We've kept at it and pushed so hard and clinged to it,

Whether it's a relationship that we just wouldn't,

We weren't willing to let go of,

A friendship we weren't willing to let go of,

A job.

These things that we hold on really tightly to put a lot of effort into and part of wise effort is also knowing when to surrender,

When to let go of our grip so that our hand is freed up.

Like if you imagine gripping your hand really tight on something,

You can't use it to do the other important things in your life.

I remember Angela Duckworth saying like,

Know when to grit and know when to quit.

So that's another thing about that.

With the carrot,

With the via,

I use that with clients.

And sometimes clients get a little frustrated because they take the whole test and some of the questions don't feel like quite the right fit for them.

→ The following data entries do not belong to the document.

package store

import (
	"context"
	"database/sql"
	"errors"
	"fmt"
	"iter"
)

// linkRow is a row of the chain.
type linkRow struct {
	seq    int64
	kind   string
	row    int64
	link   link
	origin *place // where it was first logged; nil: here
}

const selectLinks = `SELECT c.seq, c.kind, c.row, c.link, ifnull(o.chain, 0), ifnull(l.id, ''), ifnull(o.seq, 0), o.previous, o.link
FROM chain c LEFT JOIN origin o ON o.chain = c.seq LEFT JOIN logbook l ON l.n = o.logbook
WHERE c.seq BETWEEN ? AND ? ORDER BY c.seq`

// links are the rows of the chain from first to last.
func links(ctx context.Context, db querier, first, last int64) ([]linkRow, error) {
	rows, err := db.QueryContext(ctx, selectLinks, first, last)
	if err != nil {
		return nil, err
	}
	defer rows.Close()
	all := make([]linkRow, 0, last-first+1)
	for rows.Next() {
		var l linkRow
		var o place
		var is int64
		var own, previous, there sql.RawBytes
		if err := rows.Scan(&l.seq, &l.kind, &l.row, &own, &is, &o.logbook, &o.seq, &previous, &there); err != nil {
			return nil, err
		}
		copy(l.link[:], own)
		if is != 0 {
			copy(o.previous[:], previous)
			copy(o.link[:], there)
			l.origin = &o
		}
		all = append(all, l)
	}
	return all, rows.Err()
}

// previousLink is the link that the entry first follows.
func previousLink(ctx context.Context, db querier, logbook string, first int64) (link, error) {
	if first == 1 {
		return firstLink(logbook), nil
	}
	before, err := links(ctx, db, first-1, first-1)
	if err != nil || len(before) == 0 {
		return link{}, err // the gap is found where it is
	}
	return before[0].link, nil
}

// chained is an entry read together with its link.
type chained struct {
	linkRow
	*entry        // nil where the row is not there
	fault  string // what is wrong with the row; "" where nothing is
}

// span is the rows of one kind that a part of the chain stands for.
type span struct {
	kind        string
	at          int64 // the first entry's place in the chain
	first, last int64
}

// spans are the rows that part stands for, of each kind.
func spans(part []linkRow) []span {
	var all []span
	for _, l := range part {
		i := 0
		for i < len(all) && all[i].kind != l.kind {
			i++
		}
		if i == len(all) {
			all = append(all, span{l.kind, l.seq, l.row, l.row})
		}
		all[i].first, all[i].last = min(all[i].first, l.row), max(all[i].last, l.row)
	}
	return all
}

// walk reads the entries of part, a part of the chain, in its order, one at a time. loose, unless nil, is told of rows among
// them that the chain does not name. Within part the rows of a kind are in order, for entries are chained as they are logged.
func (r *entryReader) walk(ctx context.Context, part []linkRow, loose func(kind string, row loggedRow), do func(chained) error) error {
	type source struct {
		next func() (loggedRow, error, bool)
		row  loggedRow
		err  error
		more bool
	}
	sources := map[string]*source{}
	for _, s := range spans(part) {
		if s.last-s.first > 64*auditChunk {
			return fmt.Errorf("entry %d names a %s far from the others: %w", s.at, s.kind, ErrDamaged)
		}
		next, stop := iter.Pull2(r.rows(ctx, s.kind, s.first, s.last))
		defer stop()
		x := &source{next: next}
		x.row, x.err, x.more = next()
		sources[s.kind] = x
	}
	for _, l := range part {
		x := sources[l.kind]
		for x.more && hard(x.err) == nil && x.row.seq < l.row {
			if loose != nil {
				loose(l.kind, x.row)
			}
			x.row, x.err, x.more = x.next()
		}
		if x.more {
			if err := hard(x.err); err != nil {
				return err
			}
		}
		c := chained{linkRow: l}
		if x.more && x.row.seq == l.row {
			c.entry = x.row.entry
			if x.err != nil {
				c.fault = x.err.Error()
			}
			x.row, x.err, x.more = x.next()
		}
		if err := do(c); err != nil {
			return err
		}
	}
	return nil
}

// hard is err unless it is of one row alone.
func hard(err error) error {
	var fault *rowFault
	if errors.As(err, &fault) {
		return nil
	}
	return err
}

So this is also the idea of wisdom,

Which is maybe go through the list first and do a subjective analysis of which do I think are my strengths and then take the evidence-based test and compare the two because there's many forms of science,

Right?

There's subjective sort of inner knowing,

There's objective science based on tests that have been replicated over time and validated over time.

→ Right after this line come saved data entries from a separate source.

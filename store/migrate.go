package store

import (
	"context"
	"database/sql"
	"embed"
	"errors"
	"fmt"
	"io/fs"
	"sort"
)

// Migrations are NNNN_what.sql, numbered from 0001 without a gap. Add at the end; never edit one that was released.
//
//go:embed migrations/*.sql
var migrationFiles embed.FS

// migrations are the scripts in order: the n-th takes schema n-1 to schema n.
func migrations() ([]string, error) {
	names, err := fs.Glob(migrationFiles, "migrations/*.sql")
	if err != nil {
		return nil, err
	}
	sort.Strings(names)
	scripts := make([]string, len(names))
	for i, name := range names {
		var n int
		if _, err := fmt.Sscanf(name, "migrations/%04d_", &n); err != nil || n != i+1 {
			return nil, fmt.Errorf("%s: migration %d must be named %04d_what.sql", name, i+1, i+1)
		}
		text, err := migrationFiles.ReadFile(name)
		if err != nil {
			return nil, err
		}
		scripts[i] = string(text)
	}
	return scripts, nil
}

func latestVersion() (int, error) {
	names, err := fs.Glob(migrationFiles, "migrations/*.sql")
	return len(names), err
}

// schemaOf is the schema db has now: an older file that is open for reading alone stays what it was, until another
// program brings it up to date.
func schemaOf(ctx context.Context, db querier) (version int, err error) {
	rows, err := db.QueryContext(ctx, "PRAGMA user_version")
	if err != nil {
		return 0, err
	}
	defer rows.Close()
	for rows.Next() {
		if err := rows.Scan(&version); err != nil {
			return 0, err
		}
	}
	return version, rows.Err()
}

// migrate brings the schema up to date. Each migration is one transaction that also sets user_version, and the version
// is read again inside it: of two programs that open an old file at once, one migrates and the other finds it done.
func migrate(ctx context.Context, conn *sql.Conn, path string) error {
	scripts, err := migrations()
	if err != nil {
		return err
	}
	for {
		var id int32
		var version, tables int
		err := conn.QueryRowContext(ctx, "SELECT application_id, user_version, (SELECT count(*) FROM sqlite_schema) FROM pragma_application_id, pragma_user_version").
			Scan(&id, &version, &tables)
		if err != nil {
			return err
		}
		switch {
		case id != applicationID && (id != 0 || version != 0 || tables != 0):
			return stranger(path, uint32(id))
		case version == len(scripts):
			return nil
		case version > len(scripts):
			return newer(path, version, len(scripts))
		}
		if err := migrateOnce(ctx, conn, scripts); err != nil {
			return fmt.Errorf("bring schema %d to %d: %w", version, version+1, err)
		}
	}
}

func migrateOnce(ctx context.Context, conn *sql.Conn, scripts []string) (err error) {
	if _, err := conn.ExecContext(ctx, "BEGIN IMMEDIATE"); err != nil {
		return err
	}
	unhurried := context.WithoutCancel(ctx)
	defer func() {
		if err != nil {
			_, undo := conn.ExecContext(unhurried, "ROLLBACK")
			err = errors.Join(err, undo)
		}
	}()
	var version int
	if err := conn.QueryRowContext(ctx, "PRAGMA user_version").Scan(&version); err != nil {
		return err
	}
	if version < len(scripts) {
		if _, err := conn.ExecContext(ctx, scripts[version]); err != nil {
			return err
		}
		if err := finish(ctx, conn, version+1); err != nil {
			return err
		}
		stamp := fmt.Sprintf("PRAGMA application_id = %d; PRAGMA user_version = %d", applicationID, version+1)
		if _, err := conn.ExecContext(ctx, stamp); err != nil {
			return err
		}
	}
	_, err = conn.ExecContext(unhurried, "COMMIT")
	return err
}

And then there's also another one where you can ask somebody who loves you,

What do you think are my strengths?

And then ask a stranger,

What do you think are my strengths?

And when you get all that information together,

Then you might have a really nice,

Diverse pile of strengths to draw from.

My question I wanted to ask you is,

When do you know when to quit?

Because this is something that I actually really struggle with is I tend to hold on to too many things and I'm afraid to let go of something because I don't want to be somebody that quits at something.

And I have let go.

So how did you know with that podcast,

For example,

That it was time to go?

Well,

A couple of things.

I used wise counsel.

So I am a believer in having a counsel of people and a counsel of people that is different from me.

So a counsel that is someone included in my counsel is someone older than me,

Someone younger than me,

A peer,

And then also wise counsel in terms of like sort of an expert kind of person.

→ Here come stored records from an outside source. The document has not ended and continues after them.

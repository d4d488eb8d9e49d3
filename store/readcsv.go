package store

import (
	"bufio"
	"encoding/csv"
	"errors"
	"fmt"
	"io"
	"iter"
	"path/filepath"
	"strings"

	"ringbook/snubber"
)

// ReadCSV streams trials from CSV (RFC 4180, in UTF-8, with or without a byte order mark): a header row that names the
// columns, in any order, then a row for each trial. board, revision and network must be there; an empty cell means "not
// read". Numbers are SI numbers or engineering notation as quantity.Parse reads them, *_tol a fraction or a percentage, at
// a time as RFC 3339 writes it.
//
// The columns are those of trial_table without id, and besides them esr (ohm), measured_c and measured_c_u (F), supply_a,
// supply_a_u (A), temp_c, temp_c_u (degree Celsius), session, struck (the reason, of a trial already marked as wrong), and
// from_waveform (which of the readings were computed from a waveform, their names with spaces between them).
//
// Every bad row is looked for: the sequence yields trials up to the first, and ends with one BadRows error that names the
// lines, columns and cells of the first twenty. Given to Logbook.AddAll, a file with a bad row logs nothing. Where r has a
// Name, as *os.File does, errors begin with it. One row at a time is held in memory.
func ReadCSV(r io.Reader) iter.Seq2[snubber.Trial, error] {
	return func(yield func(snubber.Trial, error) bool) {
		c, err := newReader(r)
		if err != nil {
			yield(snubber.Trial{}, err)
			return
		}
		bad := &BadRows{}
		for {
			t, faults, err := c.row()
			switch {
			case err == io.EOF:
				if bad.Rows > 0 {
					yield(snubber.Trial{}, bad)
				}
				return
			case err != nil:
				yield(snubber.Trial{}, err)
				return
			case len(faults) > 0:
				bad.add(faults)
			case bad.Rows == 0 && !yield(t, nil):
				return
			}
		}
	}
}

// maxRow bounds one row, in bytes: a quotation mark left open would otherwise take in the whole file.
const maxRow = 4 << 20

type reader struct {
	file    string // how errors begin: the file's name and a space, or nothing
	in      *csv.Reader
	bound   *bounded
	columns []column
	place   []int // columns[i] stands in field place[i] of a row; -1: it is not in this file
	width   int   // fields in a row
	line    int   // where the last row that could be read begins
}

func newReader(r io.Reader) (*reader, error) {
	c := &reader{columns: columns()}
	if named, ok := r.(interface{ Name() string }); ok {
		c.file = filepath.Base(named.Name()) + " "
	}
	start := bufio.NewReader(r)
	mark, _ := start.Peek(3) // an error shows again when the header is read
	switch s := string(mark); {
	case s == "\ufeff":
		_, _ = start.Discard(3)
	case strings.HasPrefix(s, "\xff\xfe"), strings.HasPrefix(s, "\xfe\xff"):
		return nil, fmt.Errorf("%sis UTF-16 text; save it as UTF-8", c.file)
	}
	c.bound = &bounded{start, maxRow}
	c.in = csv.NewReader(c.bound)
	c.in.FieldsPerRecord = -1 // counted here, to say it in this program's words
	c.in.ReuseRecord = true
	c.in.TrimLeadingSpace = true
	header, err := c.in.Read()
	if err == io.EOF {
		return nil, fmt.Errorf("%sis empty; its first row must name the columns: board, revision, network and what was read", c.file)
	}
	var syntax *csv.ParseError
	if errors.As(err, &syntax) {
		return nil, c.syntax(syntax)
	}
	if err != nil {
		return nil, fmt.Errorf("%sheader row: %w", c.file, err)
	}
	c.line = 1
	return c, c.header(header)
}

// row is the next trial, or what is wrong with the next row.
func (c *reader) row() (t snubber.Trial, faults []error, err error) {
	for {
		c.bound.left = maxRow
		fields, err := c.in.Read()
		var syntax *csv.ParseError
		switch {
		case errors.As(err, &syntax):
			return t, []error{c.syntax(syntax)}, nil
		case err == io.EOF:
			return t, nil, err
		case err != nil:
			return t, nil, fmt.Errorf("%safter line %d: %w", c.file, c.line, err)
		}
		c.line, _ = c.in.FieldPos(0)
		if empty(fields) {
			continue // what spreadsheets leave below the last row
		}
		if len(fields) != c.width {
			return t, []error{fmt.Errorf("%sline %d: %d cells where the header row has %d; an empty cell still needs its comma", c.file, c.line, len(fields), c.width)}, nil
		}
		t, faults = c.trial(fields)
		return t, faults, nil
	}
}

func (c *reader) trial(fields []string) (t snubber.Trial, faults []error) {
	for i, col := range c.columns {
		at := c.place[i]
		if at < 0 {
			continue
		}
		cell := fields[at]
		if col.name != "part" && col.name != "note" && col.name != "struck" {
			cell = strings.TrimSpace(cell)
		}
		if cell == "" {
			continue
		}
		if err := col.set(&t, cell); err != nil {
			faults = append(faults, c.fault(fields, at, err))
		}
	}
	if len(faults) > 0 {
		return t, faults
	}
	inOrder(t.Readings)
	if err := Check(t); err != nil {
		name, err := onColumn(err)
		for i, col := range c.columns {
			if col.name == name && c.place[i] >= 0 {
				return t, []error{c.fault(fields, c.place[i], err)}
			}
		}
		return t, []error{fmt.Errorf("%sline %d (%s): %w", c.file, c.line, name, err)}
	}
	return t, nil
}

// fault is err with the place and the text of its cell.
func (c *reader) fault(fields []string, at int, err error) error {
	line, _ := c.in.FieldPos(at)
	cell := quote(strings.TrimSpace(fields[at]))
	if !strings.Contains(err.Error(), cell) {
		err = fmt.Errorf("%s: %w", cell, err)
	}
	return fmt.Errorf("%sline %d, column %d (%s): %w", c.file, line, at+1, c.name(at), err)
}

func (c *reader) name(at int) string {
	for i, p := range c.place {
		if p == at {
			return c.columns[i].name
		}
	}
	return "?"
}

func (c *reader) syntax(err *csv.ParseError) error {
	why := err.Err
	if errors.Is(why, csv.ErrQuote) || errors.Is(why, csv.ErrBareQuote) {
		why = errors.New(`a quotation mark stands where it cannot; put the whole cell in "..." and write a mark inside it twice`)
	}
	return fmt.Errorf("%sline %d, character %d: %w", c.file, err.Line, err.Column, why)
}

func empty(fields []string) bool {
	for _, f := range fields {
		if strings.TrimSpace(f) != "" {
			return false
		}
	}
	return true
}

// bounded fails when more than left bytes are read before left is set anew.
type bounded struct {
	r    io.Reader
	left int
}

func (b *bounded) Read(p []byte) (int, error) {
	if b.left <= 0 {
		return 0, fmt.Errorf("a row of more than %d bytes; see whether a quotation mark was left open", maxRow)
	}
	n, err := b.r.Read(p[:min(len(p), b.left)])
	b.left -= n
	return n, err
}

So the older than me person in my wise counsel is often my dad.

He's just got wisdom because he's got life experience.

He's a Buddhist.

And so I'll ask him,

Someone younger than me sometimes is my kids.

And my kids think things like,

Mom,

You seem really stressed out or you don't seem as happy as you usually are.

Right.

And so one way to know when to quit or when to not is to gather your wise counsel and present the issue to the wise counsel.

And then we also have wise counsel within our own bodies of I could just tell my body was saying no repeatedly.

No.

And it would show up in my sleep.

I went to interview this sleep researcher,

Rafael Pelleo.

He wrote the book How to Sleep from Stanford.

And he said,

Your sleep is a reflection of your day.

And if things are waking you up in the night,

It's often because they're sort of like it's like unprocessed material that you haven't resolved.

And you're kind of trying to process it in your dreams or whatever.

And then it wakes you up.

So that would be one way.

It's sort of the similar idea of having many different views or information that you gather.

And then sometimes it's experimentation and trusting that this isn't the only option for you.

If you quit,

There's going to be something else like that hand that's clenched.

If you open your hand and let go of this,

There's going to be something else that you can pick up.

And trust that because that's always been the case.

And sometimes you will quit things that you will have that feeling of like,

Oh,

I wonder where that would have gone.

And that regret may show up or you may have that,

You know,

The loss,

The grief that can show up with quitting,

Which I still have around different things I've quit in my life.

But there's always been something else to pick up.

So I don't know,

Do you have something in your life that you're considering quitting right now?

No,

I mean,

Nothing big.

Like I started this apparel brand like five or six years ago and it was really fun.

And I built it up into,

You know,

Not like a massive business,

But it was a profitable business.

And it's still kind of going in the background,

But I don't really do anything with it.

And that's something that I'm going to be shifting.

But I always commit to a certain period of time whenever I start a project.

That way,

Whenever I'm feeling like things are hard and I want to quit,

I know that it's not just an emotion where I want to quit just because it's hard.

And after a certain period of time,

I allow myself to evaluate and decide.

But one thing that I did quit is I got my master's degree in electrical engineering.

And a lot of people are surprised when they hear that because they say,

Well,

Why aren't you doing that?

Or you're a pro mountain biker and you have this master's degree.

And my entire family couldn't understand why I didn't want to do it.

But I knew in my bones that it was not the right thing for me.

And I just kept pushing myself a square peg in a round hole.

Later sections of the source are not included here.